The WHO emergencies chief, Dr. Michael Ryan, said speculation that Omicron might be the last variant of the outbreak was “wishful thinking” and cautioned: “There still is a lot of energy in this virus.”

Added Maria Van Kerkhove, WHO’s technical lead on Covid-19: “I think it’s very unlikely that Omicron will be the last variant that you will hear us discussing.”

Another variant B.1.640 – first documented in multiple countries in September 2021 – is among those being monitored by the WHO but is not circulating widely, she said. There are two other categories of greater significance the WHO uses to track variants: “variant of concern”, which includes Delta and Omicron, and “variant of interest”.

Tedros repeated his call for greater equity globally in the distribution of and access to vaccines.

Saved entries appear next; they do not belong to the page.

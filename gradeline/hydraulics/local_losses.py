"""Published loss coefficients of a sudden change of bore; each refers to the velocity in the smaller bore."""

from __future__ import annotations

import numpy as np
import numpy.typing as npt

__all__ = [
    "change_of_bore_loss_coefficient",
    "contraction_loss_coefficient",
    "expansion_loss_coefficient",
]

Array = npt.NDArray[np.float64]


def _bores(upstream_bore: npt.ArrayLike, downstream_bore: npt.ArrayLike) -> tuple[Array, Array]:
    up, down = np.broadcast_arrays(
        np.asarray(upstream_bore, dtype=np.float64), np.asarray(downstream_bore, dtype=np.float64)
    )
    for where, bore in (("upstream", up), ("downstream", down)):
        if (bore <= 0).any():
            raise ValueError(f"the {where} bore must be above 0 m: {bore[bore <= 0].flat[0]}")
    return up, down


def expansion_loss_coefficient(upstream_bore: npt.ArrayLike, downstream_bore: npt.ArrayLike) -> Array:
    """Return the loss coefficient of a sudden expansion (Borda–Carnot).

    Parameters
    ----------
    upstream_bore : array_like
        The smaller bore, m, above 0.
    downstream_bore : array_like
        The larger bore, m, not below the upstream one.

    Returns
    -------
    ndarray
        K = (1 − β²)², dimensionless, of the velocity head V²/2g in the smaller bore, β the ratio of the bores.

    Raises
    ------
    ValueError
        Where a bore is not above 0 or the line narrows.

    References
    ----------
    Borda–Carnot, by the momentum balance over the step: any text on hydraulics. Crane TP-410, sudden
    enlargement, has the same form.

    Examples
    --------
    >>> print(expansion_loss_coefficient(0.5, 1.0))
    0.5625
    """
    up, down = _bores(upstream_bore, downstream_bore)
    if (up > down).any():
        raise ValueError("an expansion needs a downstream bore not below the upstream one; this line narrows")
    return np.asarray((1.0 - (up / down) ** 2) ** 2)


def contraction_loss_coefficient(upstream_bore: npt.ArrayLike, downstream_bore: npt.ArrayLike) -> Array:
    """Return the loss coefficient of a sudden contraction with a sharp edge.

    Parameters
    ----------
    upstream_bore : array_like
        The larger bore, m, not below the downstream one.
    downstream_bore : array_like
        The smaller bore, m, above 0.

    Returns
    -------
    ndarray
        K = 0.5 (1 − β²), dimensionless, of the velocity head V²/2g in the smaller bore, β the ratio of the
        bores; 0.5 for a sharp entrance from a tank.

    Raises
    ------
    ValueError
        Where a bore is not above 0 or the line widens.

    References
    ----------
    Crane Technical Paper 410, Flow of Fluids, appendix A, sudden contraction; an empirical rule, good to some
    tens of percent.

    Examples
    --------
    >>> print(f"{contraction_loss_coefficient(3.0, 2.0):.5f}")
    0.27778
    """
    up, down = _bores(upstream_bore, downstream_bore)
    if (up < down).any():
        raise ValueError("a contraction needs a downstream bore not above the upstream one; this line widens")
    return np.asarray(0.5 * (1.0 - (down / up) ** 2))


def change_of_bore_loss_coefficient(upstream_bore: npt.ArrayLike, downstream_bore: npt.ArrayLike) -> Array:
    """Return the loss coefficient of a sudden change of bore, whichever way it goes; 0 where there is none.

    Parameters
    ----------
    upstream_bore : array_like
        m, above 0.
    downstream_bore : array_like
        m, above 0.

    Returns
    -------
    ndarray
        Loss coefficient, dimensionless, of the velocity head V²/2g in the smaller bore.

    Raises
    ------
    ValueError
        Where a bore is not above 0.

    References
    ----------
    `expansion_loss_coefficient` and `contraction_loss_coefficient`.

    Examples
    --------
    >>> print(change_of_bore_loss_coefficient([0.5, 0.5, 1.0], [1.0, 0.5, 0.5]))
    [0.5625 0.     0.375 ]
    """
    up, down = _bores(upstream_bore, downstream_bore)
    small, large = np.minimum(up, down), np.maximum(up, down)
    return np.where(
        up < down, expansion_loss_coefficient(small, large), contraction_loss_coefficient(large, small)
    )
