"""Thin-plate weirs: discharge from the head upstream, and the limits of each equation."""

from __future__ import annotations

import numpy as np
from numpy.typing import ArrayLike, NDArray

from gradeline.errors import ReductionError

__all__ = [
    "kindsvater_carter_flow",
    "kindsvater_shen_flow",
    "rectangular_weir_limits",
    "rehbock_flow",
    "v_notch_limits",
]

Array = NDArray[np.float64]

#: b/B against the constant and the slope of C_e over h/p, and against the addition k_b to the width, m.
_RATIO = np.array([0.0, 0.2, 0.4, 0.5, 0.6, 0.7, 0.8, 0.9, 1.0])
_CONSTANT = np.array([0.587, 0.589, 0.591, 0.592, 0.593, 0.595, 0.597, 0.599, 0.602])
_SLOPE = np.array([-0.0023, -0.0018, 0.0058, 0.011, 0.018, 0.030, 0.045, 0.064, 0.075])
_WIDENED_RATIO = np.array([0.0, 0.2, 0.4, 0.6, 0.8, 1.0])
_WIDENED = np.array([2.4e-3, 2.4e-3, 2.7e-3, 3.6e-3, 4.2e-3, -0.9e-3])


def kindsvater_shen_flow(head: ArrayLike, angle: ArrayLike, gravity: float = 9.80665) -> Array:
    """Return the discharge over a fully contracted V-notch.

    Parameters
    ----------
    head : array_like
        Above the vertex, m, at least 0.
    angle : array_like
        Of the notch θ, rad, 25 to 100 deg.
    gravity : float
        m/s².

    Returns
    -------
    array
        m³/s, Q = (8/15) C_e √(2g) tan(θ/2) (h + k_h)^2.5 (Kindsvater and Shen; ISO 1438). C_e and k_h follow the
        published curves over θ by polynomials (U.S. Bureau of Reclamation, Water Measurement Manual, read as fits of its
        figure; from memory): 0.578 and 0.9 mm at 90 deg.

    Raises
    ------
    ReductionError
        Where the angle is not between 0 and 180 deg.

    Examples
    --------
    >>> round(kindsvater_shen_flow(0.2, np.pi / 2).item(), 4)
    0.0247
    """
    theta = np.degrees(np.asarray(angle, float))
    if not ((theta > 0) & (theta < 180)).all():
        raise ReductionError(
            f"the angle of a notch lies between 0 and 180 deg; found {float(np.min(theta)):g} deg"
        )
    coefficient = 0.607165052 - 8.74466963e-4 * theta + 6.10393334e-6 * theta**2
    added = 0.3048 * (
        0.0144902648 - 3.3955535e-4 * theta + 3.29819003e-6 * theta**2 - 1.06215442e-8 * theta**3
    )
    h = np.asarray(head, float)
    flow = (
        8.0
        / 15.0
        * coefficient
        * np.sqrt(2.0 * gravity)
        * np.tan(np.radians(theta) / 2.0)
        * (h + added) ** 2.5
    )
    return np.asarray(np.where(h > 0, flow, 0.0))


def kindsvater_carter_flow(
    head: ArrayLike,
    crest_height: ArrayLike,
    width: ArrayLike,
    channel_width: ArrayLike,
    gravity: float = 9.80665,
) -> Array:
    """Return the discharge over a rectangular thin-plate weir, contracted or of full width.

    Parameters
    ----------
    head : array_like
        Above the crest, m, at least 0.
    crest_height : array_like
        p, of the crest above the channel's bed, m, above 0.
    width, channel_width : array_like
        b of the notch and B of the channel, m, b ≤ B.
    gravity : float
        m/s².

    Returns
    -------
    array
        m³/s, Q = (2/3) C_e √(2g) (b + k_b)(h + 0.001 m)^1.5, C_e = a + a' h/p with a, a' and k_b tabled over b/B
        (Kindsvater and Carter 1959; ISO 1438; the table from memory), straight between its
        points.

    Raises
    ------
    ReductionError
        Where the notch is wider than the channel or the crest is not above the bed.

    Examples
    --------
    >>> round(kindsvater_carter_flow(0.3, 0.4, 2.0, 2.0).item(), 4)
    0.6416
    """
    h, p, b, B = (np.asarray(value, float) for value in (head, crest_height, width, channel_width))
    _check_crest(p, b)
    if not (b <= B * (1 + 1e-9)).all():
        raise ReductionError(
            f"the notch ({float(np.max(b)):g} m) is wider than the channel ({float(np.min(B)):g} m)"
        )
    ratio = b / B
    coefficient = np.interp(ratio, _RATIO, _CONSTANT) + np.interp(ratio, _RATIO, _SLOPE) * h / p
    wide = b + np.interp(ratio, _WIDENED_RATIO, _WIDENED)
    flow = 2.0 / 3.0 * coefficient * np.sqrt(2.0 * gravity) * wide * (h + 0.001) ** 1.5
    return np.asarray(np.where(h > 0, flow, 0.0))


def rehbock_flow(
    head: ArrayLike, crest_height: ArrayLike, width: ArrayLike, gravity: float = 9.80665
) -> Array:
    """Return the discharge over a rectangular thin-plate weir of the channel's full width.

    Parameters
    ----------
    head : array_like
        Above the crest, m, at least 0.
    crest_height : array_like
        p, of the crest above the channel's bed, m, above 0.
    width : array_like
        m, above 0.
    gravity : float
        m/s².

    Returns
    -------
    array
        m³/s, Q = (2/3)(0.602 + 0.083 h/p) √(2g) b (h + 0.0012 m)^1.5 (Rehbock 1929; ISO 1438).

    Raises
    ------
    ReductionError
        Where the width is not above 0 or the crest is not above the bed.

    Examples
    --------
    >>> round(rehbock_flow(0.3, 0.4, 2.0).item(), 4)
    0.6484
    """
    h, p, b = (np.asarray(value, float) for value in (head, crest_height, width))
    _check_crest(p, b)
    flow = 2.0 / 3.0 * (0.602 + 0.083 * h / p) * np.sqrt(2.0 * gravity) * b * (h + 0.0012) ** 1.5
    return np.asarray(np.where(h > 0, flow, 0.0))


def v_notch_limits(
    head: ArrayLike,
    angle: float,
    crest_height: float | None = None,
    channel_width: float | None = None,
) -> list[str]:
    """Return the limits of the V-notch equation that a weir or its heads lie outside of.

    Parameters
    ----------
    head : array_like
        Of the flowing runs, m.
    angle : float
        rad.
    crest_height, channel_width : float, optional
        p and B, m; what is not given is not tested.

    Returns
    -------
    list of str
        One phrase for each, with the value found and the limit; empty where all is within (limits of full contraction by
        ISO 1438, from memory).

    Examples
    --------
    >>> v_notch_limits([0.04, 0.2], np.pi / 2)
    ['h = 0.04 m, where the equation holds from 0.06 to 0.38 m']
    """
    at = _positive(head)
    found = _outside("θ", float(np.degrees(angle)), 25.0, 100.0, "deg")
    found += _span("h", at, 0.06, 0.38)
    if crest_height is not None:
        found += _least("p", crest_height, 0.45)
        if len(at) and at.max() / crest_height > 0.4:
            found.append(f"h/p = {at.max() / crest_height:.3g}, where the equation holds up to 0.4")
    if channel_width is not None:
        found += _least("B", channel_width, 0.9)
        if len(at) and at.max() / channel_width > 0.2:
            found.append(f"h/B = {at.max() / channel_width:.3g}, where the equation holds up to 0.2")
    return found


def rectangular_weir_limits(
    equation: str, head: ArrayLike, crest_height: float, width: float, channel_width: float
) -> list[str]:
    """Return the limits of a rectangular weir's equation that it or its heads lie outside of.

    Parameters
    ----------
    equation : {"kindsvater-carter", "rehbock"}
        Which.
    head : array_like
        Of the flowing runs, m.
    crest_height, width, channel_width : float
        p, b and B, m.

    Returns
    -------
    list of str
        One phrase for each, with the value found and the limit; empty where all is within (ISO 1438, from memory).

    Examples
    --------
    >>> rectangular_weir_limits("rehbock", [0.3], 0.2, 0.5, 0.5)
    ['h/p = 1.5, where the equation holds up to 1']
    """
    at = _positive(head)
    rehbock = equation == "rehbock"
    found = _span("h", at, 0.03, 0.75 if rehbock else np.inf)
    found += _least("b", width, 0.3 if rehbock else 0.15) + _least("p", crest_height, 0.1)
    most = 1.0 if rehbock else 2.5
    if len(at) and at.max() / crest_height > most:
        found.append(f"h/p = {at.max() / crest_height:.3g}, where the equation holds up to {most:g}")
    side = (channel_width - width) / 2.0
    if not rehbock and 1e-9 < side < 0.1:
        found.append(f"(B − b)/2 = {side:.3g} m, where the equation holds from 0.1 m")
    return found


def _positive(head: ArrayLike) -> Array:
    at = np.atleast_1d(np.asarray(head, float))
    return at[at > 0]


def _span(name: str, at: Array, low: float, high: float) -> list[str]:
    upto = f"from {low:g} to {high:g} m" if np.isfinite(high) else f"from {low:g} m"
    ends = (
        [float(at.min())] * bool(at.min() < low) + [float(at.max())] * bool(at.max() > high)
        if len(at)
        else []
    )
    return [f"{name} = {value:.3g} m, where the equation holds {upto}" for value in ends]


def _outside(name: str, value: float, low: float, high: float, unit: str) -> list[str]:
    if low - 1e-9 <= value <= high + 1e-9:
        return []
    return [f"{name} = {value:.4g} {unit}, where the equation holds from {low:g} to {high:g} {unit}"]


def _least(name: str, value: float, low: float) -> list[str]:
    return [] if value >= low else [f"{name} = {value:.3g} m, where the equation holds from {low:g} m"]


def _check_crest(crest_height: Array, width: Array) -> None:
    if not (crest_height > 0).all() or not (width > 0).all():
        raise ReductionError("the crest lies above the bed and the notch has a width: both are above 0 m")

Based on the current rate of vaccine roll-out, 109 countries will miss the WHO’s target for 70 percent of the world’s population to be fully vaccinated by July, Tedros added. That aim is seen as helping end the acute phase of the pandemic.

“Booster after booster in a small number of countries will not end a pandemic while billions remain completely unprotected,” he said.

WHO adviser Bruce Aylward said 36 nations had not even reached 10 percent vaccination cover. Among severe patients worldwide, 80 percent were unvaccinated, he added.